A new face popped behind the aisle, this time belonging to the young noodley boy Vlad had seen before, carrying a broom and sweeping the floor. "Hey Great Uncle Ford! Who's the creepy guy?"

Vlad felt a vein pop, "I AM NOT A CREEP!"

Turning away as his rival's twin brother spoke with the young child, Vlad quickly noticed the affection of a loving yet wrongfully separated relative. "And a young boy for him to raise as an apprentice living under the care of a oafish guardian... It really is perfect!"

The boy glanced at the strangely dressed man over his grandfather's (holy crap the Author his grandfather's the Author!) shoulder. "And why is he such a fruit loop?"
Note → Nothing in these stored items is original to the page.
#: Settings that are not dataclass fields (costs and design keys are derived).
STATIC_SETTINGS = (
    # sites ------------------------------------------------------------------
    S("sites", "path", "path", None, "point layer of sites (any OGR format or CSV)",
      flag="--sites", run_info="sites", metavar="FILE"),
    S("sites", "layer", "text", None, "layer of a multi-layer sites file", run_info="sites_layer"),
    S("sites", "id_field", "text", None, "field holding site ids (default: 'id' if present)"),
    S("sites", "role_field", "text", None, "field holding roles: source, outlet, demand, "
      "junction (default: 'role' if present)"),
    S("sites", "demand_field", "text", None, "field holding demands in L/s "
      "(default: 'demand_lps' if present)"),
    S("sites", "elevation_field", "text", None, "field holding site elevations in metres"),
    S("sites", "x_field", "text", None, "CSV column of x / longitude (default x)"),
    S("sites", "y_field", "text", None, "CSV column of y / latitude (default y)"),
    S("sites", "sites_crs", "text", None, "CRS of the site coordinates: needed when the file "
      "has none (CSV); when given, it overrides the file's own CRS (to correct a wrong one)",
      metavar="CRS"),
    S("sites", "merge_within_m", "number", None, "merge sites closer than this instead of "
      "failing", unit="m", lo=0.0, aliases=("--merge-within",), run_info="merged_sites"),
    S("sites", "area_field", "text", None, "field holding catchment areas in ha "
      "(default: 'area_ha' if present)"),
    S("sites", "runoff_field", "text", None, "field holding runoff coefficients 0-1 "
      "(default: 'runoff_c' if present)"),
    S("sites", "population_field", "text", None, "field holding persons served "
      "(default: 'population' if present)"),
    S("sites", "min_pressure_field", "text", None, "field holding each site's minimum pressure "
      "head in m (default: 'min_pressure_m' if present)"),
    # crs --------------------------------------------------------------------
    S("crs", "working", "text", None, "working CRS (projected); default: the input's projected "
      "CRS or the UTM zone holding most sites", flag="--crs", run_info="working_crs",
      metavar="CRS"),
    # rasters ----------------------------------------------------------------
    S("rasters", "terrain", "path", None, "terrain raster (DEM)", run_info="terrain",
      api="terrain", metavar="DEM"),
    S("rasters", "land_cost", "table", None, "land-cost raster, cost per metre of main; repeat "
      "with names as NAME=RASTER", run_info="land_cost", api="land_cost", repeat=True,
      metavar="[NAME=]RASTER"),
    S("rasters", "cost_expression", "text", None, "unit cost per metre from the named land-cost "
      "rasters, e.g. 'base + where(wet > 0, 200, 0)'", run_info="cost_expression",
      api="cost_expression", metavar="EXPR"),
    S("rasters", "class_costs", "table", None, "cost per metre of each class of a categorical "
      "land-cost raster, as CODE=COST (repeatable)", api="class_costs", repeat=True,
      metavar="CODE=COST"),
    S("rasters", "raster_crs", "text", None, "CRS of rasters that carry none", api="raster_crs",
      metavar="CRS"),
    S("rasters", "on_nodata", "text", "barrier", "links crossing nodata or leaving a raster",
      choices=("barrier", "skip", "error"), run_info="on_nodata", api="on_nodata"),
    S("rasters", "sample_spacing_m", "number", None, "terrain sampling step (default half a "
      "cell)", unit="m", lo=0.0, lo_open=True, api="sample_spacing_m"),
    # --- route14: vector layers that stop or price mains (mainspan.ground.vectors) ---
    S("rasters", "barrier", "list", None, "vector layer of polygons or lines no main may cross "
      "(repeatable)", run_info="barrier", api="barrier", repeat=True, metavar="LAYER"),
    S("rasters", "avoid", "table", None, "vector layer of polygons where each metre of main "
      "costs PRICE more, as LAYER=PRICE (repeatable)", run_info="avoid", api="avoid",
      repeat=True, metavar="LAYER=PRICE"),
    S("rasters", "crossing", "table", None, "vector layer of lines (roads, streams, railways) "
      "crossed at a lump sum PRICE each, as LAYER=PRICE (repeatable)", run_info="crossing",
      api="crossing", repeat=True, metavar="LAYER=PRICE"),
    # --- end route14 ---
    # candidates -------------------------------------------------------------
    S("candidates", "method", "text", "delaunay", "candidate builder: delaunay, knn, radius, "
      "complete, or a union such as delaunay+knn", flag="--candidates", run_info="candidates",
      api="candidates", metavar="NAME"),
    S("candidates", "k", "integer", 8, "neighbours per site for knn", lo=1, run_info="k",
      api="k"),
    S("candidates", "max_link_m", "number", None, "longest candidate link", unit="m", lo=0.0,
      lo_open=True, run_info="max_link_m", api="max_link_m"),
    S("candidates", "max_complete_nodes", "integer", 5000, "size limit of the complete builder",
      lo=2, api="max_complete_nodes"),
    # --- route14: corridor routes (mainspan.ground.search, mainspan.graph.corridor) ---
    S("candidates", "route", "text", "straight", "straight: straight links between sites; "
      "corridor: least-cost routes over the rasters that meet at junction nodes",
      choices=ROUTES, run_info="route", api="route"),
    S("candidates", "connectivity", "integer", 16, "moves of the corridor search: 8, or 16 "
      "with knight's moves (less grid bias)", lo=8, hi=16, run_info="connectivity",
      api="connectivity"),
    S("candidates", "corridor_cell_m", "number", None, "cell of the corridor search (default: "
      "the land-cost raster's, else the terrain's)", unit="m", lo=0.0, lo_open=True,
      run_info="corridor_cell_m", api="corridor_cell_m"),
    S("candidates", "corridor_margin_m", "number", None, "reach of the corridor search beyond "
      "the sites (default: a tenth of their extent plus two cells)", unit="m", lo=0.0,
      run_info="corridor_margin_m", api="corridor_margin_m"),
    S("candidates", "corridor_tolerance_pct", "number", 1.0, "how much straightening a routed "
      "link may raise its price", unit="%", lo=0.0, hi=100.0,
      run_info="corridor_tolerance_pct", api="corridor_tolerance_pct"),
    S("candidates", "corridor_memory_mb", "number", 2048.0, "memory budget of the corridor "
      "search", unit="MiB", lo=0.0, lo_open=True, run_info="corridor_memory_mb",
      api="corridor_memory_mb"),
    # --- end route14 ---
    # tree -------------------------------------------------------------------
    S("tree", "roots", "list", None, "root site id (repeatable); default: sites with role "
      "source/outlet", aliases=("--root",), run_info="roots", api="roots", repeat=True,
      metavar="ID"),
    S("tree", "allow_forest", "bool", False, "return one tree per connected part instead of "
      "failing", api="allow_forest"),
    S("tree", "use_site_z", "bool", False, "use the sites' own Z for node elevations where "
      "given", api="use_site_z"),
    S("tree", "layout", "text", "tree", "tree: Prim's minimum tree; gravity: minimum "
      "arborescence towards the outlet with direction-dependent costs; whole-cost: the tree of "
      "least whole-life cost for pressure mains (sized pipes, trench, pump energy), searched "
      "from Prim's tree", choices=LAYOUTS, run_info="layout", api="layout"),
    # --- route14: Steiner junctions for straight links (mainspan.graph.steiner) ---
    S("tree", "junctions", "bool", False, "add junction nodes between straight links where "
      "they lower the total (Steiner points)", run_info="junctions", api="junctions"),
    # --- end route14 ---
    # design (the DesignSettings fields follow) --------------------------------
    S("design", "system", "text", None, "size and check the mains as this system",
      choices=("pressure", "gravity"), run_info="system", api="system"),
    S("design", "catalog", "path", None, "pipe catalog CSV of the system's pipes",
      run_info="design_settings", api="design", metavar="CSV"),
    # prices: the price table itself (mainspan.hydraulics.prices); tables, not options ----
    *(S("prices", k, kind, None, f"price table item {k!r} (see mainspan.hydraulics.prices)", flag="",
        run_info="design_settings")
      for k, kind in (("placeholder", "bool"), ("excavation", "table"), ("shoring", "table"),
                      ("bedding", "number"), ("reinstatement", "table"), ("fitting", "table"),
                      ("manhole", "table"), ("crossing", "number"), ("pump_station", "table"),
                      ("energy", "table"), ("operation", "table"))),
    # output -----------------------------------------------------------------
    S("output", "gpkg", "path", None, "output GeoPackage (layers links, nodes, run_info)",
      flag="--output", aliases=("--out",), metavar="LAYOUT.gpkg"),
    S("output", "report", "path", None, "also write the HTML review report", metavar="HTML"),
    S("output", "dxf", "path", None, "also write a DXF drawing", metavar="DXF"),
    S("output", "landxml", "path", None, "also write a LandXML 1.2 file", metavar="XML"),
    S("output", "links_csv", "path", None, "also write the links table as CSV", metavar="CSV"),
    S("output", "quantities_csv", "path", None, "also write the bill of quantities as CSV",
      metavar="CSV"),
    S("output", "overwrite", "bool", False, "replace existing outputs"),
    # hand16: output CRS and units, and the report's title block (recorded in run_info by
    # mainspan.writers.output_crs.output_layout, not by plan_layout)
    S("output", "output_crs", "text", "working", "CRS of the written layers and drawings: "
      "input (the sites' own CRS and units), working (the metric working CRS) or any CRS "
      "PROJ reads, e.g. EPSG:2223", metavar="CRS"),
    S("output", "output_lengths", "text", "m", "lengths and levels also given in the output "
      "CRS's unit (crs: extra columns such as length_us_ft) or metres only (m)",
      choices=("m", "crs")),
    S("output", "scheme_name", "text", None, "scheme name for the report's title block"),
    S("output", "revision", "text", None, "revision for the report's title block"),
    S("output", "issue_date", "text", None, "date for the report's title block (default: "
      "the day of the run, or of SOURCE_DATE_EPOCH)"),
    S("output", "prepared_by", "text", None, "prepared-by name for the report's title block"),
    S("output", "checked_by", "text", None, "checked-by name for the report's title block"),
    # execution (mainspan.execution): where tasks run; changes no result, so no run_info ------
    S("execution", "workers", "integer", None, "run tasks on a local Dask cluster of N worker "
      "processes (default: all in this process)", lo=1, metavar="N"),
    S("execution", "cluster", "text", None, "run tasks on the Dask scheduler at this address, "
      "e.g. tcp://10.0.0.5:8786 (inputs must be on storage the workers see)",
      metavar="ADDRESS"),
    S("execution", "connect_timeout_s", "number", 5.0, "give up reaching --cluster after this "
      "long", unit="s", lo=0.0, lo_open=True),
    S("execution", "chunk_links", "integer", 200000, "link costing of more links than this "
      "is split into tile-aligned chunks of about this many links, one task each", lo=1),
    # network (mainspan.pipeline.extend): existing mains, forced/forbidden links, limits ------
    S("network", "existing", "path", None, "line layer of existing mains to extend (optional "
      "diameter_mm and material fields); they cost nothing to keep", run_info="network",
      api="existing", metavar="LAYER"),
    S("network", "existing_layer", "text", None, "layer of a multi-layer existing-mains file",
      run_info="network", api="existing_layer"),
    S("network", "existing_diameter_field", "text", None, "field of the existing mains "
      "holding the nominal diameter in mm (default: 'diameter_mm' if present)",
      run_info="network", api="existing_diameter_field"),
    S("network", "existing_material_field", "text", None, "field of the existing mains "
      "holding the material (default: 'material' if present)", run_info="network",
      api="existing_material_field"),
    S("network", "tap_spacing_m", "number", None, "also offer taps along every existing main "
      "at this spacing (default: only the points nearest the sites)", unit="m", lo=0.0,
      lo_open=True, run_info="network", api="tap_spacing_m"),
    S("network", "tap_fee", "number", 0.0, "price of each new connection (tap) onto an "
      "existing main, added to the link's cost", lo=0.0, run_info="network", api="tap_fee"),
    S("network", "snap_m", "number", 1.0, "line ends and vertices this close to a site (or "
      "to each other) are on it", unit="m", lo=0.0, lo_open=True, run_info="network",
      api="snap_m"),
    S("network", "forced_links", "list", None, "links always in the tree, as site-id pairs "
      "ID1:ID2 (repeatable)", run_info="network", api="forced_links", repeat=True,
      metavar="ID1:ID2"),
    S("network", "forbidden_links", "list", None, "links never in the tree, as site-id pairs "
      "ID1:ID2 (repeatable)", run_info="network", api="forbidden_links", repeat=True,
      metavar="ID1:ID2"),
    S("network", "forced_links_layer", "path", None, "line layer of forced links, each from "
      "one site to another", run_info="network", api="forced_links_layer", metavar="LAYER"),
    S("network", "forbidden_links_layer", "path", None, "line layer of forbidden links, each "
      "from one site to another", run_info="network", api="forbidden_links_layer",
      metavar="LAYER"),
    S("network", "max_branch_sites", "integer", None, "most sites on one branch leaving a "
      "source", lo=1, run_info="network", api="max_branch_sites"),
    S("network", "max_branch_flow_lps", "number", None, "most demand carried by one branch "
      "leaving a source", unit="L/s", lo=0.0, lo_open=True, run_info="network",
      api="max_branch_flow_lps"),
    S("network", "max_links_per_node", "integer", None, "most links meeting at one node "
      "(a manifold, a source)", lo=2, run_info="network", api="max_links_per_node"),
    S("network", "source_capacity_lps", "table", None, "demand each source can supply, as "
      "ID=LPS (repeatable); every site is then served by one source within it",
      run_info="network", api="source_capacity_lps", repeat=True, metavar="ID=LPS"),
)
"I AM ALSO NOT A FRUIT LOOP!"

AN: I hope I did Ford justice. Hard to tell without getting to see his character on the show yet before I wrote this, but I had to come back and edit the names because I realized it would be confusing. Also funny for Vlad looking for Stanford and finding Ford. The end with Dipper was inspired by Astrophantomplanet's ideas based on her original post.


AN: This one is different as it's more a direct omake from the original fic here.

Danny sighed, and twidled his thumbs in a way that made Vlad think of his comforting 'evil plotting pose.' "Look, Vlad, have you ever considered the possibility of being... nice to my family and I? Like, I guess I wouldn't mind hanging around here from time to time if you weren't always being such a fruit loop."

"Would you deny thy father and refuse thy name.
Or, if thou wilt not, be but sworn my apprentice.
And I'll no longer be a Masters."

"Vlad! No creepy trying to kill my family!"

"It's not evil, Daniel, it's Shakespeare."

"I'm a teenager... is there a difference?"